The fusion is inseparable once the transition from God and church to Trump and MAGA is complete—and the 2024 election sanctioned that completeness. For these Christians, MAGA is their new denominational home. Like baptized Catholics, cradle Methodists, and multi-generational Pentecostals, what I now call *MAGA-*anity (as distinct from *Christi-*anity) forms a follower’s deepest, most meaningful, and resilient identity. And because it’s transcendent, the bond cannot be loosened by outside forces—not by reports of a souring economy, not by videos of shrieking moms being separated from their children by masked ICE agents, not even by the call of Christianity Today magazine to release the full Epstein files. About the possibility that Trump may be implicated in Epstein’s crimes, the Reverend Kenneth Johnson, a long-time friend of mine and widely-admired conservative evangelical leader in deep-red Adams County, Ohio, along the Kentucky border, said of the Trump voters he ministers to, “If Trump is accused, most of his followers still would not believe it.” Of course, for the few outside Adams County who might believe it, there is always the Bible’s King David, who committed both adultery and murder, but was forgiven and was called “a man after God’s own heart.”
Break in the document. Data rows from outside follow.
@calibrate.command("electrical")
@click.option("--voltage", type=_number, default=None, help="Heater voltage, V (4-wire sense).")
@click.option("--u-voltage", type=_number, default=None, help="Standard uncertainty, V.")
@click.option("--current", type=_number, default=None, help="Heater current, A.")
@click.option("--u-current", type=_number, default=None, help="Standard uncertainty, A.")
@click.option(
    "--power", type=_number, default=None, help="Steady heater power, W (instead of V, I)."
)
@click.option("--u-power", type=_number, default=None, help="Standard uncertainty, W.")
@click.option(
    "--power-log",
    type=click.Path(dir_okay=False, path_type=Path),
    default=None,
    help="CSV with time_s and power_W columns, integrated by the trapezoid rule.",
)
@click.option(
    "--u-power-rel",
    type=_number,
    default=None,
    help="Relative standard uncertainty of the logged power's scale (e.g. 0.002).",
)
@click.option(
    "--monitor-log",
    type=click.Path(dir_okay=False, path_type=Path),
    default=None,
    help="CSV from `heatlog pull` holding a logged INA226/INA219: the energy is ∫V·I dt, "
    "with the switching instants found from the current.",
)
@click.option(
    "--monitor",
    type=click.Choice(["ina226", "ina219"]),
    default="ina226",
    show_default=True,
    help="The monitor that logged --monitor-log (its gain and offset errors enter the budget).",
)
@click.option("--bus-col", default="ch1_bus_V", show_default=True, help="Bus-voltage column.")
@click.option("--shunt-col", default="ch2_shunt_V", show_default=True, help="Shunt-voltage column.")
@click.option("--shunt-ohm", type=_number, default=None, help="The shunt resistor, ohm.")
@click.option(
    "--u-shunt-rel",
    type=_number,
    default=None,
    help="Relative standard uncertainty of the shunt (tolerance/√3, or its calibration's u).",
)
@click.option("--seconds", type=_number, default=None, help="Heating time, s.")
@click.option("--on", "t_on", type=_number, default=None, help="Heater switched on at, s.")
@click.option("--off", "t_off", type=_number, default=None, help="Heater switched off at, s.")
@click.option(
    "--u-seconds", type=_number, default=None, help="Standard uncertainty of the time, s."
)
@_delta_t_options
@_contents_options
@_allow_negative
@json_option
def electrical(
    voltage, u_voltage, current, u_current, power, u_power, power_log, u_power_rel,
    monitor_log, monitor, bus_col, shunt_col, shunt_ohm, u_shunt_rel, seconds, t_on, t_off,
    u_seconds, delta_t, u_delta_t, reduce_json,
    water_g, u_water_g, temp_c, solute, molality, cp, u_cp, allow_negative, as_json,
) -> None:  # fmt: skip
    """Electrical calibration: Q = V·I·t (or P·t, ∫P dt, or ∫V·I dt from a logged monitor),
    C_cal = Q/ΔT − m·c_p."""
    from heatlog.energetics import electrical_calibration, electrical_energy, power_energy
    from heatlog.energetics.calorimeter import logged_energy

    ways = sum(x is not None for x in (voltage, power, power_log, monitor_log))
    if ways > 1:
        raise InputError(
            "give exactly one of --voltage/--current, --power, --power-log or --monitor-log"
        )
    missing = _electrical_missing(
        voltage, u_voltage, current, u_current, power, u_power, power_log, u_power_rel,
        seconds, t_on, t_off, u_seconds, delta_t, u_delta_t, reduce_json, solute, molality, cp,
        u_cp, monitor_log, shunt_ohm, u_shunt_rel,
    )  # fmt: skip
    if missing:
        raise InputError("missing input(s), all at once: " + "; ".join(missing))
    extra: dict[str, Any] = {}
    if monitor_log is not None:
        from heatlog.csvtable import read_columns
        from heatlog.energetics.heater_energy import heater_energy

        cols = read_columns(
            monitor_log, ["time_s", bus_col, shunt_col], min_rows=5, what="monitor log"
        )
        lookup = {k.lower(): v for k, v in cols.items()}
        he = heater_energy(
            lookup["time_s"], lookup[bus_col.lower()], lookup[shunt_col.lower()],
            shunt_ohm=shunt_ohm, u_shunt_rel=u_shunt_rel, monitor=monitor,
        )  # fmt: skip
        energy = he.budget
        extra["heater_energy"] = he.to_dict()
    elif power_log is not None:
        from heatlog.csvtable import read_columns

        if u_power_rel is None:
            raise InputError("--power-log needs --u-power-rel (relative scale uncertainty)")
        cols = read_columns(power_log, ["time_s", "power_W"], min_rows=3, what="power log")
        energy = logged_energy(cols["time_s"], cols["power_W"], u_power_rel=u_power_rel)
    else:
        if seconds is None:
            if t_on is None or t_off is None:
                raise InputError("give --seconds, or both --on and --off")
            if not t_off > t_on:
                raise InputError(f"--off ({t_off:g} s) must come after --on ({t_on:g} s)")
            seconds = t_off - t_on
        elif t_on is not None or t_off is not None:
            raise InputError("give --seconds or --on/--off, not both")
        if u_seconds is None:
            raise InputError("give --u-seconds (standard uncertainty of the heating time)")
        t = _inp(seconds, u_seconds, "s", "heating time")
        if voltage is not None:
            if current is None or u_voltage is None or u_current is None:
                raise InputError("--voltage needs --current, --u-voltage and --u-current")
            energy = electrical_energy(
                _inp(voltage, u_voltage, "V", "--voltage"),
                _inp(current, u_current, "A", "--current"),
                t,
            )
        else:
            if u_power is None:
                raise InputError("--power needs --u-power")
            energy = power_energy(_inp(power, u_power, "W", "--power"), t)
    contents = _contents(water_g, u_water_g, temp_c, solute, molality, cp, u_cp)
    b = electrical_calibration(energy, _delta_t(delta_t, u_delta_t, reduce_json), contents)
    caution = (
        "Caution: heaters and their leads can burn or shock; keep the heater immersed while on "
        "and follow local electrical rules."
    )
    _report(as_json, b, caution, {"energy_budget": energy.to_dict(), **extra}, allow_negative)


@calibrate.command("mixing")
@click.option("--hot-g", type=_number, required=True, help="Mass of hot water, g.")
@click.option("--hot-c", type=_number, required=True, help="Hot water temperature, °C.")
@click.option(
    "--cold-g", type=_number, required=True, help="Mass of cold water (in the calorimeter), g."
)
@click.option("--cold-c", type=_number, required=True, help="Cold water temperature, °C.")
@click.option(
    "--final-c",
    type=_number,
    required=True,
    help="Final temperature extrapolated to the mixing time, °C.",
)
@click.option("--u-mass", type=_number, required=True, help="Standard uncertainty of each mass, g.")
@click.option(
    "--u-temp",
    type=_number,
    required=True,
    help="Standard uncertainty of the hot and cold temperatures, K.",
)
@click.option(
    "--u-final",
    type=_number,
    default=None,
    help="Standard uncertainty of the extrapolated final temperature, K (default --u-temp).",
)
@click.option(
    "--cp", type=_number, default=None, help="c_p of the water, J/(g·K) (default IAPWS-95)."
)
@click.option("--u-cp", type=_number, default=None, help="Standard uncertainty of --cp.")
@_allow_negative
@json_option
def mixing(
    hot_g, hot_c, cold_g, cold_c, final_c, u_mass, u_temp, u_final, cp, u_cp, allow_negative,
    as_json,
) -> None:  # fmt: skip
    """Method of mixtures: C_cal = [m_h c (T_h − T_f) − m_c c (T_f − T_c)]/(T_f − T_c)."""
    from heatlog.energetics import given_cp, mixing_calibration

    c = None
    if cp is not None:
        if u_cp is None:
            raise InputError("--cp needs --u-cp")
        c = given_cp(cp, u_cp)
    b = mixing_calibration(
        _inp(hot_g, u_mass, "g", "--hot-g"),
        _inp(hot_c, u_temp, "°C", "--hot-c"),
        _inp(cold_g, u_mass, "g", "--cold-g"),
        _inp(cold_c, u_temp, "°C", "--cold-c"),
        _inp(final_c, u_temp if u_final is None else u_final, "°C", "--final-c"),
        cp_hot=c,
        cp_cold=c,
    )
    _report(as_json, b, CAUTION_HOT, None, allow_negative)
For right-wing Catholics, politicized evangelicals, and socially frightened Pentecostal-Charismatics, MAGA is the new American religion. The experience believers have in their relationship to it is anything but rational. I have struggled to find a parallel phenomenon in American history. The closest I can get is the early days of Mormonism, a uniquely American religio-political-cultural movement. Today’s Church of Jesus Christ of Latter-day Saints (LDS) is a far cry from founder Joseph Smith’s early 19th-century millenarianism, characterized by euphoric visions and dreams, encounters with angelic apparitions, and magical glasses enabling the prophet to know and understand what really was going on in the world. Smith practiced plural marriage, taking upwards of 40 wives, many of them in their teens, while typical Mormon men of the era would keep two wives. And then there’s this: The Mormon founder’s last act on earth was running for president in 1844. Unlike MAGA’s founder, God did not spare Smith from an assassin’s bullet.
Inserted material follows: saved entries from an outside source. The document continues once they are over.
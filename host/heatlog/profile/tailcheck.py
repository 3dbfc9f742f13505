"""Is Q(t) still drifting after the release has ended? A sign of a wrong heat-loss coefficient.

Once a warmer or a pack has stopped releasing heat, Q(t) = C·(T − T(0)) + G·∫(T − T_env)dt must
level off. With G off by ΔG it keeps moving as ΔG·∫(T − T_env)dt, in proportion to the loss
integral. On the last quarter of the segment Q is fitted as a + β·∫(T − T_env)dt (least squares);
a β that is significant (over 3 standard uncertainties and over 2 % of G) and moves Q by more than
twice the noise of Q (C·√2·u_r) is flagged, with the G that would make Q level (G − β). No fit
on the tail can tell a wrong G from a release that goes on (both make Q move in step with the
excess), so it is a warning naming both, and not run for cement, which releases heat for weeks
(common practice, no source).

Pure: a :class:`~heatlog.profile.heat.HeatProfile` in, a frozen dataclass or None out.
"""

from __future__ import annotations

import math
from dataclasses import dataclass

import numpy as np

from heatlog.profile.heat import SQRT2, HeatProfile

#: The share of the segment at its end that is checked.
TAIL_FRACTION = 0.25
#: Fewest samples in the tail.
MIN_TAIL = 20


@dataclass(frozen=True)
class TailDrift:
    """Q's drift over the tail, in proportion to the loss integral."""

    start_s: float  # from the segment start
    drift_J: float  # change of Q over the tail explained by β
    beta_W_per_K: float
    u_beta_W_per_K: float
    G_W_per_K: float
    G_levelling_W_per_K: float

    def message(self) -> str:
        return (
            f"Q(t) still moves by {self.drift_J:.3g} J over the last quarter of the log (from "
            f"{self.start_s / 3600.0:.3g} h), in step with ∫(T − T_env)dt: either the release "
            f"goes on (Q is not final) or G is wrong — G = {self.G_levelling_W_per_K:.4g} W/K "
            f"would level Q (used: {self.G_W_per_K:.4g} W/K); check G"
        )

    def to_dict(self) -> dict[str, float]:
        return {
            "tail_start_s": self.start_s,
            "drift_J": self.drift_J,
            "beta_W_per_K": self.beta_W_per_K,
            "u_beta_W_per_K": self.u_beta_W_per_K,
            "G_W_per_K": self.G_W_per_K,
            "G_levelling_Q_W_per_K": self.G_levelling_W_per_K,
        }


def tail_drift(heat: HeatProfile) -> TailDrift | None:
    """The drift of Q over the tail when it is significant (see the module docstring)."""
    t = heat.time_s
    n0 = int(t.size * (1.0 - TAIL_FRACTION))
    if t.size - n0 < MIN_TAIL or n0 >= heat.first_incomplete:
        return None
    q = heat.heat_J[n0:]
    x = heat.loss_integral_Ks[n0:] - heat.loss_integral_Ks[n0]
    if not (np.all(np.isfinite(q)) and abs(x[-1]) > 0):
        return None
    design = np.column_stack([np.ones_like(x), x])
    beta, *_ = np.linalg.lstsq(design, q, rcond=None)
    resid = q - design @ beta
    s2 = float(resid @ resid) / max(q.size - 2, 1)
    cov = s2 * np.linalg.inv(design.T @ design)
    b, u_b = float(beta[1]), math.sqrt(max(float(cov[1, 1]), 0.0))
    drift = b * float(x[-1])
    g = heat.loss.G_W_per_K
    noise_q = 2.0 * SQRT2 * heat.heat_capacity.value * heat.u_reading_K
    if abs(b) > 3.0 * u_b and abs(b) > 0.02 * max(g, 1e-12) and abs(drift) > noise_q:
        return TailDrift(float(t[n0] - t[0]), drift, b, u_b, g, g - b)
    return None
Defeating MAGA’s appeal to religious voters will not happen because of continued inflation, mistaken government abductions and deportations, nor will it happen because Donald Trump kept uncomfortably close company with a child molester. Even constitutional arguments will not emancipate them from the cult-like clutches of their new spiritual overlord. For those who see the Bible as the only authoritative rulebook for themselves, their country, and the people of the world—and who interpret the Bible only as the MAGA prophets instruct them to—the Constitution can be more of a problem than a solution. After all, the Bill of Rights applies to all Americans—believers, non-believers, every race and ethnicity, of any political stripe, or none at all—including those who don’t agree with Donald Trump. For MAGA devotees, this kind of equality is a recipe for our country’s failure, not success.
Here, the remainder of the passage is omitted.